- _DIRECTIONS FOR THIS TASK_: The answer should be each line of the records that contains the word "content"; please copy them all.

- _AVAILABLE DATA_:
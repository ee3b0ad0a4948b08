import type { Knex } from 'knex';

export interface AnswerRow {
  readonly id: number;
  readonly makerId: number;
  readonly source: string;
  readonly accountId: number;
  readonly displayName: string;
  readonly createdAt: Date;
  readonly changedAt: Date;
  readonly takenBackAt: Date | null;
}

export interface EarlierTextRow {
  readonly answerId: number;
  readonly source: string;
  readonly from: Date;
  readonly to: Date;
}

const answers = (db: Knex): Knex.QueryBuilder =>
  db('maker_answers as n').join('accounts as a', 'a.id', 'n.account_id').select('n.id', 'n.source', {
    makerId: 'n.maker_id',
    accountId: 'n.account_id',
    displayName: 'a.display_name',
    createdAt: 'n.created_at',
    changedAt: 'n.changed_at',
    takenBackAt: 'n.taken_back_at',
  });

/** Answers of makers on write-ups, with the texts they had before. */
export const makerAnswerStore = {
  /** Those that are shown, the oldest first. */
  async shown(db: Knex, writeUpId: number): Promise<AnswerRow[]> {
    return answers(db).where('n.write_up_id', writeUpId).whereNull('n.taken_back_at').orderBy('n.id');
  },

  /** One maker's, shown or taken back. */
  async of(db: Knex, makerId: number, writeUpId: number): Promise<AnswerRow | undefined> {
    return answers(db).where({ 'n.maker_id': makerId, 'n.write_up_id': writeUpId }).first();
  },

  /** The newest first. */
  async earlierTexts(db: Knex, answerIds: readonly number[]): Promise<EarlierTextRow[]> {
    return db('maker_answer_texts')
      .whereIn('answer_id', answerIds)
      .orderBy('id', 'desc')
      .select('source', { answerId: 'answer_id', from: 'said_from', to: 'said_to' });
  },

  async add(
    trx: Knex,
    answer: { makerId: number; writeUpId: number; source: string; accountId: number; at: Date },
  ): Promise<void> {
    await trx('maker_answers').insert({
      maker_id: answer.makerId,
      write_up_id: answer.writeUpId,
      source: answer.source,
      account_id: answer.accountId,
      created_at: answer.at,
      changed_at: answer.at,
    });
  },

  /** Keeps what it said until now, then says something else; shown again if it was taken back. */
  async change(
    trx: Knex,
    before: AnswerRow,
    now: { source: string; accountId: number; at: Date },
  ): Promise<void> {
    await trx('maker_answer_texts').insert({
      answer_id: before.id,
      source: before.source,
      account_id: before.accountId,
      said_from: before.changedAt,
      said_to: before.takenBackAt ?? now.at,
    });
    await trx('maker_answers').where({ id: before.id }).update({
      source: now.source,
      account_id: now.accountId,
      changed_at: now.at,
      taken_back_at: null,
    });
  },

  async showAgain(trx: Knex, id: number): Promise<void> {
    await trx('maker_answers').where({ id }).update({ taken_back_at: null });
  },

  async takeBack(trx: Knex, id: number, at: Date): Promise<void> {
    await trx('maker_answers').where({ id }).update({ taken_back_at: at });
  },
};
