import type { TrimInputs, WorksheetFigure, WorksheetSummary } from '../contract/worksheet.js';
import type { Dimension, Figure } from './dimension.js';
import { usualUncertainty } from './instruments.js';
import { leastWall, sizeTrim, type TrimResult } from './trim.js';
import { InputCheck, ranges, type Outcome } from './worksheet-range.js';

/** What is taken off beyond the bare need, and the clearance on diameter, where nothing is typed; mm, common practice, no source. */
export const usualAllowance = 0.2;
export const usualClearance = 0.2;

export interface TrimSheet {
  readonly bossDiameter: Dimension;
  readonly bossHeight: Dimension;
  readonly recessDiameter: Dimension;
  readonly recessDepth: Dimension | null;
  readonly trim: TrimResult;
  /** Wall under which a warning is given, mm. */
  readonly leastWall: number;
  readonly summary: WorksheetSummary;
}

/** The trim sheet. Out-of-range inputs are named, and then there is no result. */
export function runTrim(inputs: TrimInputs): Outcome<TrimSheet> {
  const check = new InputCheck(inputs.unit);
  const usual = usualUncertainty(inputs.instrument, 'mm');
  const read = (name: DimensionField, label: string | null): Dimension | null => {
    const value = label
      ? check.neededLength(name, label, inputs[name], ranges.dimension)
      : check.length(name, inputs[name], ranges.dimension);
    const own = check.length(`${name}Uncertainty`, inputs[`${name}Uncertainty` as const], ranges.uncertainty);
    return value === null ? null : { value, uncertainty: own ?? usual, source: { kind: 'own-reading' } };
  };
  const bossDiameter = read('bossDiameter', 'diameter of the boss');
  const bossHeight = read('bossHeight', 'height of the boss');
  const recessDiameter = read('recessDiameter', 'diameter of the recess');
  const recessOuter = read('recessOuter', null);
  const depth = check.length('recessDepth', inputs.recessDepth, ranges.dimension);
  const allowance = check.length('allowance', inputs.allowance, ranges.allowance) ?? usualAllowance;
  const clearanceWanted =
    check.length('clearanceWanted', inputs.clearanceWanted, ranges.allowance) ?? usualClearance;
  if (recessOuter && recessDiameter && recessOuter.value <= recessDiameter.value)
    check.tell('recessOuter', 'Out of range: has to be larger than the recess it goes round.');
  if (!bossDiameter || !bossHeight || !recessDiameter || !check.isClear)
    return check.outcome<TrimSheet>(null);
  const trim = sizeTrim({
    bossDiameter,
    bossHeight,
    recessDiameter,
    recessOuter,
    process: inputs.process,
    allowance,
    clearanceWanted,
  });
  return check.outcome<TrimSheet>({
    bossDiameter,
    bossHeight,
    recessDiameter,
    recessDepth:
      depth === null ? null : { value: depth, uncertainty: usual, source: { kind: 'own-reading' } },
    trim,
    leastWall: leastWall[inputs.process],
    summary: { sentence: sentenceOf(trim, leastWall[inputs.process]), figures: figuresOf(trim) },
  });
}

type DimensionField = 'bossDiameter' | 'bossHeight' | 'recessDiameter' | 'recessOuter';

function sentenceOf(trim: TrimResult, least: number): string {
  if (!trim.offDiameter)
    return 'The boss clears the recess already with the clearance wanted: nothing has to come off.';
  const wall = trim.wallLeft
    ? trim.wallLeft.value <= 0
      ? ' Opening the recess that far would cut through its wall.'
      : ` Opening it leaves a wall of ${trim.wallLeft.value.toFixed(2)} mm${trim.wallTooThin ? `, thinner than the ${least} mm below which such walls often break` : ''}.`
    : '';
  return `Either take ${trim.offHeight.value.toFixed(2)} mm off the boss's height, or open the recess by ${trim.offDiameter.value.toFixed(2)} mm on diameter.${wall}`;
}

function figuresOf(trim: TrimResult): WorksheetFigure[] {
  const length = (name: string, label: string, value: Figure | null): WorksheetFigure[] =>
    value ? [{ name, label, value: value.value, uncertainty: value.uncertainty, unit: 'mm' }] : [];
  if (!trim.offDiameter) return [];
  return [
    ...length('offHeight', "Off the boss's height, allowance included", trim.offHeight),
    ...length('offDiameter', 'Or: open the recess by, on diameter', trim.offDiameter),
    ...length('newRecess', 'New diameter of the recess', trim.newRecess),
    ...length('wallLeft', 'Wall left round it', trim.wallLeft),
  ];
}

==

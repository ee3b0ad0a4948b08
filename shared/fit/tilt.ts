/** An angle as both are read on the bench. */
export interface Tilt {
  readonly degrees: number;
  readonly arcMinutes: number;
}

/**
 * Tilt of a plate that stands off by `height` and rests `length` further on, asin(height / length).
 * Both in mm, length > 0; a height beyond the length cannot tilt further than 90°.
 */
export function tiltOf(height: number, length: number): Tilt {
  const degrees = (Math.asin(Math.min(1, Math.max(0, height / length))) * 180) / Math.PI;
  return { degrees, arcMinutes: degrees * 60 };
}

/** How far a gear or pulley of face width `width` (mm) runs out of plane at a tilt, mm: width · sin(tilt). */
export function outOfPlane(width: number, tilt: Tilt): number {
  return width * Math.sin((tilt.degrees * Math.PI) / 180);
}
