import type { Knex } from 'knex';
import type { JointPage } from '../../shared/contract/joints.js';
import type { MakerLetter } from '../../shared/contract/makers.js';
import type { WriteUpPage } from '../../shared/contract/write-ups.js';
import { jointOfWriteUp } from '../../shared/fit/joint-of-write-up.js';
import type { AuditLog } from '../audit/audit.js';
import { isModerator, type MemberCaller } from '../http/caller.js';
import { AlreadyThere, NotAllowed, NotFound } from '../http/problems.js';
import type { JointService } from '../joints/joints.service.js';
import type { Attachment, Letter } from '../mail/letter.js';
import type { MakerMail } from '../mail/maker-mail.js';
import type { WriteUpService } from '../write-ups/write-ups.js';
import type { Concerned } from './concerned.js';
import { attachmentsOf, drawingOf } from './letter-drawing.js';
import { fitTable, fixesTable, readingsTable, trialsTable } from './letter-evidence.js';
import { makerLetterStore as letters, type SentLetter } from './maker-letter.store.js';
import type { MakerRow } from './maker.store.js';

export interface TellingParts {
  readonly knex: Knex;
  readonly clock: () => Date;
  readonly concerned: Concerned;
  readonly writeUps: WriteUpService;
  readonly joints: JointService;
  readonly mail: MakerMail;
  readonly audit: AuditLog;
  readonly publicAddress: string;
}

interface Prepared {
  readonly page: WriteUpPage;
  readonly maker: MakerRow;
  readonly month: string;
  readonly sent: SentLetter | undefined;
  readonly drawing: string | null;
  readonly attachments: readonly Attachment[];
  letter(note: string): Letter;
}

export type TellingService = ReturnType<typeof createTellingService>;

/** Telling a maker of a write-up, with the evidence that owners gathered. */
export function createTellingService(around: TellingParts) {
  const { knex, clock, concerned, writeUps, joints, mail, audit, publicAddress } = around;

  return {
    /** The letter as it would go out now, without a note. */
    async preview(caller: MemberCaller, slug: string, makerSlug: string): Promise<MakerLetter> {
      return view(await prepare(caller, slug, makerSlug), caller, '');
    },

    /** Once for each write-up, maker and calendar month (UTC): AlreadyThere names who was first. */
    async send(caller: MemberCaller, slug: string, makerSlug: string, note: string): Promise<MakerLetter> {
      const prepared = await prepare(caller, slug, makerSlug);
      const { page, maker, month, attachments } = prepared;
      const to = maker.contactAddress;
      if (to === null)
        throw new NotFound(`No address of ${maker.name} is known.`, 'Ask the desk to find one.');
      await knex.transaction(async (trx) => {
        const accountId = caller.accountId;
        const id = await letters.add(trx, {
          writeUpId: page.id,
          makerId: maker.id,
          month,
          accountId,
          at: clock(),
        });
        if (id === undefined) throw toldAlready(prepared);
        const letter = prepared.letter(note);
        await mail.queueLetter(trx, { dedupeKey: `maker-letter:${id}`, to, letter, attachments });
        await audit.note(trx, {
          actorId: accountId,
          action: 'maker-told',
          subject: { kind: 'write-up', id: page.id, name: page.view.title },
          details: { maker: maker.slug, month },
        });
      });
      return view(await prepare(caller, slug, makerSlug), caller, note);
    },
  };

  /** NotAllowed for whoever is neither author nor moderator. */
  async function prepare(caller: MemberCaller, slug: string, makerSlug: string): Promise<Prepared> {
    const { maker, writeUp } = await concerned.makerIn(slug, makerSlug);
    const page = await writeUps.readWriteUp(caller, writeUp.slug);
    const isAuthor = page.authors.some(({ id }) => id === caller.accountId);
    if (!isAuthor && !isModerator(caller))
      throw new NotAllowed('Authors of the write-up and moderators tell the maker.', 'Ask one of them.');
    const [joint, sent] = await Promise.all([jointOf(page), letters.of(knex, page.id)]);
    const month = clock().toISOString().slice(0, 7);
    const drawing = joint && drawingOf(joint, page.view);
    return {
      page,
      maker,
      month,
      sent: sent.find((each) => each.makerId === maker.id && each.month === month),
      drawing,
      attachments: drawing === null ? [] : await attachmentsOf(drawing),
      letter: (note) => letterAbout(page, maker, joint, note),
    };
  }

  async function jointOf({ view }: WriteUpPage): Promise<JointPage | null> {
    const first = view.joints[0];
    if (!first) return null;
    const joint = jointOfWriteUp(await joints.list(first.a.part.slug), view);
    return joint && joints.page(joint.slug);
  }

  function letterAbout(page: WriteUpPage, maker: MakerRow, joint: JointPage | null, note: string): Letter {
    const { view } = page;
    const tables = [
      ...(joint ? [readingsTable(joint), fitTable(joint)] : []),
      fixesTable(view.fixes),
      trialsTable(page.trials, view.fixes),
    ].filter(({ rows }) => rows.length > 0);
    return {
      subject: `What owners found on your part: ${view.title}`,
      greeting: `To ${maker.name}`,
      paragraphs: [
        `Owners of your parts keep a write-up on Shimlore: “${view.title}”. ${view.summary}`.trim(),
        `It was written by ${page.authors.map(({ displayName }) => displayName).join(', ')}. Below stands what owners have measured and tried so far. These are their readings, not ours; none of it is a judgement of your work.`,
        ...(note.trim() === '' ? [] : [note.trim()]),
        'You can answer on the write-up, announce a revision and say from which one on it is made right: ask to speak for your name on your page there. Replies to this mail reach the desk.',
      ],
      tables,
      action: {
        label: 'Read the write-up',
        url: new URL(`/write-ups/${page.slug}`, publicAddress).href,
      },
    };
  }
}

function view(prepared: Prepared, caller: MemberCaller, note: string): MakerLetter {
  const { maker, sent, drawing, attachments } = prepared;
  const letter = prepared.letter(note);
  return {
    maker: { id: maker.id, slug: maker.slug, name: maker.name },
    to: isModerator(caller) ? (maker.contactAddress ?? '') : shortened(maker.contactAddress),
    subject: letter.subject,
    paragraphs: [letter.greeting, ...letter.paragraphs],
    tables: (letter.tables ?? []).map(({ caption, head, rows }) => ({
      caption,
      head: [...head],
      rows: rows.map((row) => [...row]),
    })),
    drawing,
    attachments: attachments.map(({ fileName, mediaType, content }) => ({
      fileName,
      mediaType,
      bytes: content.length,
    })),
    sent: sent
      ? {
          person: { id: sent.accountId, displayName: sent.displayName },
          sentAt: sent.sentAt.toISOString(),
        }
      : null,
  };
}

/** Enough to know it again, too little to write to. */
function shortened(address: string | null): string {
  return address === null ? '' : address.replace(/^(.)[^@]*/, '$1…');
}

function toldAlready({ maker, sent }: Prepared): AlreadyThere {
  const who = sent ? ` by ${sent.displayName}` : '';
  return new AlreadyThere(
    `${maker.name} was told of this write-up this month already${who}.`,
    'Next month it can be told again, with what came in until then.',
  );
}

- _OUTPUT FOR THIS TASK_:
    attachments: attachments.map(({ fileName, mediaType, content }) => ({
      bytes: content.length,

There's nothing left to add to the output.